Exercise instructions
Print every record exactly.

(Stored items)
# the largest value each argument takes (trials.limits); smaller bad values are left to
# the functions, whose messages say what is expected
_MOST = {
    "n": (limits.MAX_N, "--n"), "correct": (limits.MAX_N, "--correct"),
    "panelists": (limits.MAX_PANELISTS, "--panelists"),
    "samples": (limits.MAX_SAMPLES, "--samples"),
    "per_panelist": (limits.MAX_SAMPLES, "--per-panelist"),
    "count": (limits.MAX_CODES, "--count"), "port": (limits.MAX_PORT, "--port"),
    "id": (2**31 - 1, "the trial id"), "trial": (2**31 - 1, "--trial"),
    "boot": (limits.MAX_BOOT, "--boot"),
    "hits": (limits.MAX_N, "--hits"), "signal": (limits.MAX_N, "--signal"),
    "false_alarms": (limits.MAX_N, "--false-alarms"), "noise": (limits.MAX_N, "--noise"),
}


def _check_limits(args: argparse.Namespace) -> None:
    """Refuse at once a request past the documented limits (trials.limits)."""
    for dest, (most, what) in _MOST.items():
        value = getattr(args, dest, None)
        if isinstance(value, int) and value > most:
            shown = (str(value) if len(str(value)) <= 20
                     else f"{str(value)[:12]}... ({len(str(value))} digits)")
            raise TrialsError(f"{what} may be at most {most:,}; got {shown}")
    for dest in ("alpha", "beta"):
        value = getattr(args, dest, None)
        if isinstance(value, float) and 0 < value < limits.MIN_ALPHA:
            raise TrialsError(f"--{dest} may be no smaller than {limits.MIN_ALPHA:g}; "
                              f"got {value!r}")


def _seed(args: argparse.Namespace) -> int | None:
    return args.seed


def _store(args: argparse.Namespace):
    from trials import service

    return service.open_store(args.db)


def _read_csv(path: str, numbers: Sequence[str] = ()):
    from trials.tabular import read_table

    return read_table(path, numbers=numbers)


# ---------------------------------------------------------------- handlers: statistics


def _critical(args: argparse.Namespace) -> dict[str, Any]:
    from trials.stats.discrimination import critical_value

    return critical_value(args.n, method=args.method, alpha=args.alpha).to_dict()


def _difference(args: argparse.Namespace) -> dict[str, Any]:
    from trials.stats.discrimination import difference_test

    return difference_test(
        args.correct, args.n, method=args.method, alpha=args.alpha, level=args.level
    ).to_dict()


def _similarity(args: argparse.Namespace) -> dict[str, Any]:
    from trials.stats.discrimination import similarity_test

    return similarity_test(
        args.correct, args.n, method=args.method, pd=args.pd, beta=args.beta
    ).to_dict()


def _plan(args: argparse.Namespace) -> dict[str, Any]:
    if args.method == RATING:
        return _plan_rating(args)
    if args.pd is None:
        raise TrialsError(f"--pd is required for {args.method}")
    from trials.stats.power import panel_size

    return panel_size(args.pd, method=args.method, alpha=args.alpha, beta=args.beta).to_dict()


def _plan_rating(args: argparse.Namespace) -> dict[str, Any]:
    from trials.stats.power import rating_error_sd, rating_panel_size

    if args.delta is None or args.samples is None:
        raise TrialsError("a rating plan needs --delta (scale points) and --samples")
    sd, source = args.sd, "given"
    if (sd is None) == (args.trial is None):
        raise TrialsError("give exactly one of --sd or --trial (with --attribute)")
    if sd is None:
        if not args.attribute:
            raise TrialsError("--trial needs --attribute: whose error to read")
        from trials import service

        at = service.analyse_trial(_store(args), args.trial).attribute(args.attribute)
        if at.anova is None:
            raise TrialsError(f"trial {args.trial}: no analysis of variance for "
                              f"{args.attribute!r} yet")
        err = rating_error_sd(at.anova)
        sd, source = err.sd, f"{err.source}: trial {args.trial}, {args.attribute}"
    return rating_panel_size(args.delta, sd=sd, samples=args.samples, alpha=args.alpha,
                             beta=args.beta, design=args.design, sd_source=source).to_dict()


def _dprime(args: argparse.Namespace) -> dict[str, Any]:
    from trials.stats.thurstonian import dprime_conversion

    if (args.pc is None) == (args.dprime is None):
        raise TrialsError("give exactly one of --pc or --dprime")
    return dprime_conversion(method=args.method, pc=args.pc, dprime=args.dprime).to_dict()


def _analyze_ratings(args: argparse.Namespace) -> dict[str, Any]:
    from trials.stats.ratings import rating_anova

    data = _read_csv(args.file, numbers=(args.score,))
    return rating_anova(
        data,
        score=args.score,
        sample=args.sample,
        panelist=args.panelist,
        replicate=args.replicate,
        alpha=args.alpha,
    ).to_dict()


def _analyze_profile(args: argparse.Namespace) -> dict[str, Any]:
    from trials.stats.profile import descriptive_profile

    data = _read_csv(args.file, numbers=(args.score,))
    return descriptive_profile(
        data, score=args.score, sample=args.sample, panelist=args.panelist,
        attribute=args.attribute, replicate=args.replicate, alpha=args.alpha,
        n_boot=args.boot, rng=args.seed,
    ).to_dict()


def _analyze_ranks(args: argparse.Namespace) -> dict[str, Any]:
    from trials.stats.ranks import rank_test

    data = _read_csv(args.file)
    return rank_test(
        data, rank=args.rank, sample=args.sample, panelist=args.panelist, alpha=args.alpha
    ).to_dict()


def _analyze_rindex(args: argparse.Namespace) -> dict[str, Any]:
    from trials.stats.rindex import r_index_table

    data = _read_csv(args.file, numbers=(args.score,))
    return r_index_table(data, score=args.score, sample=args.sample, control=args.control,
                         kind=args.kind, alpha=args.alpha).to_dict()


def _analyze_cata(args: argparse.Namespace) -> dict[str, Any]:
    import pandas as pd

    from trials.stats.cata import correspondence_analysis, penalty_lift, word_tests

    data = _read_csv(args.file, numbers=(args.tick,) + ((args.liking,) if args.liking else ()))
    frame = data.rename(columns={args.panelist: "panelist", args.sample: "sample",
                                 args.word: "word", args.tick: "tick"})
    tests = word_tests(frame, alpha=args.alpha)
    table = pd.pivot_table(frame, index="sample", columns="word", values="tick",
                           aggfunc="sum", sort=False)
    out: dict[str, Any] = {"words": [t.to_dict() for t in tests],
                           "correspondence": correspondence_analysis(table).to_dict()}
    if args.liking:
        lifts = penalty_lift(frame.rename(columns={args.liking: "liking"}))
        out["penalty_lift"] = [x.to_dict() for x in lifts]
    return out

Solution below
# the largest value each argument takes (trials.limits); smaller bad values are left to
# the functions, whose messages say what is expected
_MOST = {
    "n": (limits.MAX_N, "--n"), "correct": (limits.MAX_N, "--correct"),
    "panelists": (limits.MAX_PANELISTS, "--panelists"),
    "samples": (limits.MAX_SAMPLES, "--samples"),
    "per_panelist": (limits.MAX_SAMPLES, "--per-panelist"),
    "count": (limits.MAX_CODES, "--count"), "port": (limits.MAX_PORT, "--port"),
    "id": (2**31 - 1, "the trial id"), "trial": (2**31 - 1, "--trial"),
    "boot": (limits.MAX_BOOT, "--boot"),
    "hits": (limits.MAX_N, "--hits"), "signal": (limits.MAX_N, "--signal"),
    "false_alarms": (limits.MAX_N, "--false-alarms"), "noise": (limits.MAX_N, "--noise"),
}


def _check_limits(args: argparse.Namespace) -> None:
    """Refuse at once a request past the documented limits (trials.limits)."""
    for dest, (most, what) in _MOST.items():
        value = getattr(args, dest, None)
        if isinstance(value, int) and value > most:
            shown = (str(value) if len(str(value)) <= 20
                     else f"{str(value)[:12]}... ({len(str(value))} digits)")
            raise TrialsError(f"{what} may be at most {most:,}; got {shown}")
    for dest in ("alpha", "beta"):
        value = getattr(args, dest, None)
        if isinstance(value, float) and 0 < value < limits.MIN_ALPHA:
            raise TrialsError(f"--{dest} may be no smaller than {limits.MIN_ALPHA:g}; "
                              f"got {value!r}")


def _seed(args: argparse.Namespace) -> int | None:
    return args.seed


def _store(args: argparse.Namespace):
    from trials import service

    return service.open_store(args.db)


def _read_csv(path: str, numbers: Sequence[str] = ()):
    from trials.tabular import read_table

    return read_table(path, numbers=numbers)


# ---------------------------------------------------------------- handlers: statistics


def _critical(args: argparse.Namespace) -> dict[str, Any]:
    from trials.stats.discrimination import critical_value

    return critical_value(args.n, method=args.method, alpha=args.alpha).to_dict()


def _difference(args: argparse.Namespace) -> dict[str, Any]:
    from trials.stats.discrimination import difference_test

    return difference_test(
        args.correct, args.n, method=args.method, alpha=args.alpha, level=args.level
    ).to_dict()


def _similarity(args: argparse.Namespace) -> dict[str, Any]:
    from trials.stats.discrimination import similarity_test

    return similarity_test(
        args.correct, args.n, method=args.method, pd=args.pd, beta=args.beta
    ).to_dict()


def _plan(args: argparse.Namespace) -> dict[str, Any]:
    if args.method == RATING:
        return _plan_rating(args)
    if args.pd is None:
        raise TrialsError(f"--pd is required for {args.method}")
    from trials.stats.power import panel_size

    return panel_size(args.pd, method=args.method, alpha=args.alpha, beta=args.beta).to_dict()


def _plan_rating(args: argparse.Namespace) -> dict[str, Any]:
    from trials.stats.power import rating_error_sd, rating_panel_size

    if args.delta is None or args.samples is None:
        raise TrialsError("a rating plan needs --delta (scale points) and --samples")
    sd, source = args.sd, "given"
    if (sd is None) == (args.trial is None):
        raise TrialsError("give exactly one of --sd or --trial (with --attribute)")
    if sd is None:
        if not args.attribute:
            raise TrialsError("--trial needs --attribute: whose error to read")
        from trials import service

        at = service.analyse_trial(_store(args), args.trial).attribute(args.attribute)
        if at.anova is None:
            raise TrialsError(f"trial {args.trial}: no analysis of variance for "
                              f"{args.attribute!r} yet")
        err = rating_error_sd(at.anova)
        sd, source = err.sd, f"{err.source}: trial {args.trial}, {args.attribute}"
    return rating_panel_size(args.delta, sd=sd, samples=args.samples, alpha=args.alpha,
                             beta=args.beta, design=args.design, sd_source=source).to_dict()


def _dprime(args: argparse.Namespace) -> dict[str, Any]:
    from trials.stats.thurstonian import dprime_conversion

    if (args.pc is None) == (args.dprime is None):
        raise TrialsError("give exactly one of --pc or --dprime")
    return dprime_conversion(method=args.method, pc=args.pc, dprime=args.dprime).to_dict()


def _analyze_ratings(args: argparse.Namespace) -> dict[str, Any]:
    from trials.stats.ratings import rating_anova

    data = _read_csv(args.file, numbers=(args.score,))
    return rating_anova(
        data,
        score=args.score,
        sample=args.sample,
        panelist=args.panelist,
        replicate=args.replicate,
        alpha=args.alpha,
    ).to_dict()


def _analyze_profile(args: argparse.Namespace) -> dict[str, Any]:
    from trials.stats.profile import descriptive_profile

    data = _read_csv(args.file, numbers=(args.score,))
    return descriptive_profile(
        data, score=args.score, sample=args.sample, panelist=args.panelist,
        attribute=args.attribute, replicate=args.replicate, alpha=args.alpha,
        n_boot=args.boot, rng=args.seed,
    ).to_dict()


def _analyze_ranks(args: argparse.Namespace) -> dict[str, Any]:
    from trials.stats.ranks import rank_test

    data = _read_csv(args.file)
    return rank_test(
        data, rank=args.rank, sample=args.sample, panelist=args.panelist, alpha=args.alpha
    ).to_dict()


def _analyze_rindex(args: argparse.Namespace) -> dict[str, Any]:
    from trials.stats.rindex import r_index_table

    data = _read_csv(args.file, numbers=(args.score,))
    return r_index_table(data, score=args.score, sample=args.sample, control=args.control,
                         kind=args.kind, alpha=args.alpha).to_dict()


def _analyze_cata(args: argparse.Namespace) -> dict[str, Any]:
    import pandas as pd

    from trials.stats.cata import correspondence_analysis, penalty_lift, word_tests

    data = _read_csv(args.file, numbers=(args.tick,) + ((args.liking,) if args.liking else ()))
    frame = data.rename(columns={args.panelist: "panelist", args.sample: "sample",
                                 args.word: "word", args.tick: "tick"})
    tests = word_tests(frame, alpha=args.alpha)
    table = pd.pivot_table(frame, index="sample", columns="word", values="tick",
                           aggfunc="sum", sort=False)
    out: dict[str, Any] = {"words": [t.to_dict() for t in tests],
                           "correspondence": correspondence_analysis(table).to_dict()}
    if args.liking:
        lifts = penalty_lift(frame.rename(columns={args.liking: "liking"}))
        out["penalty_lift"] = [x.to_dict() for x in lifts]
    return out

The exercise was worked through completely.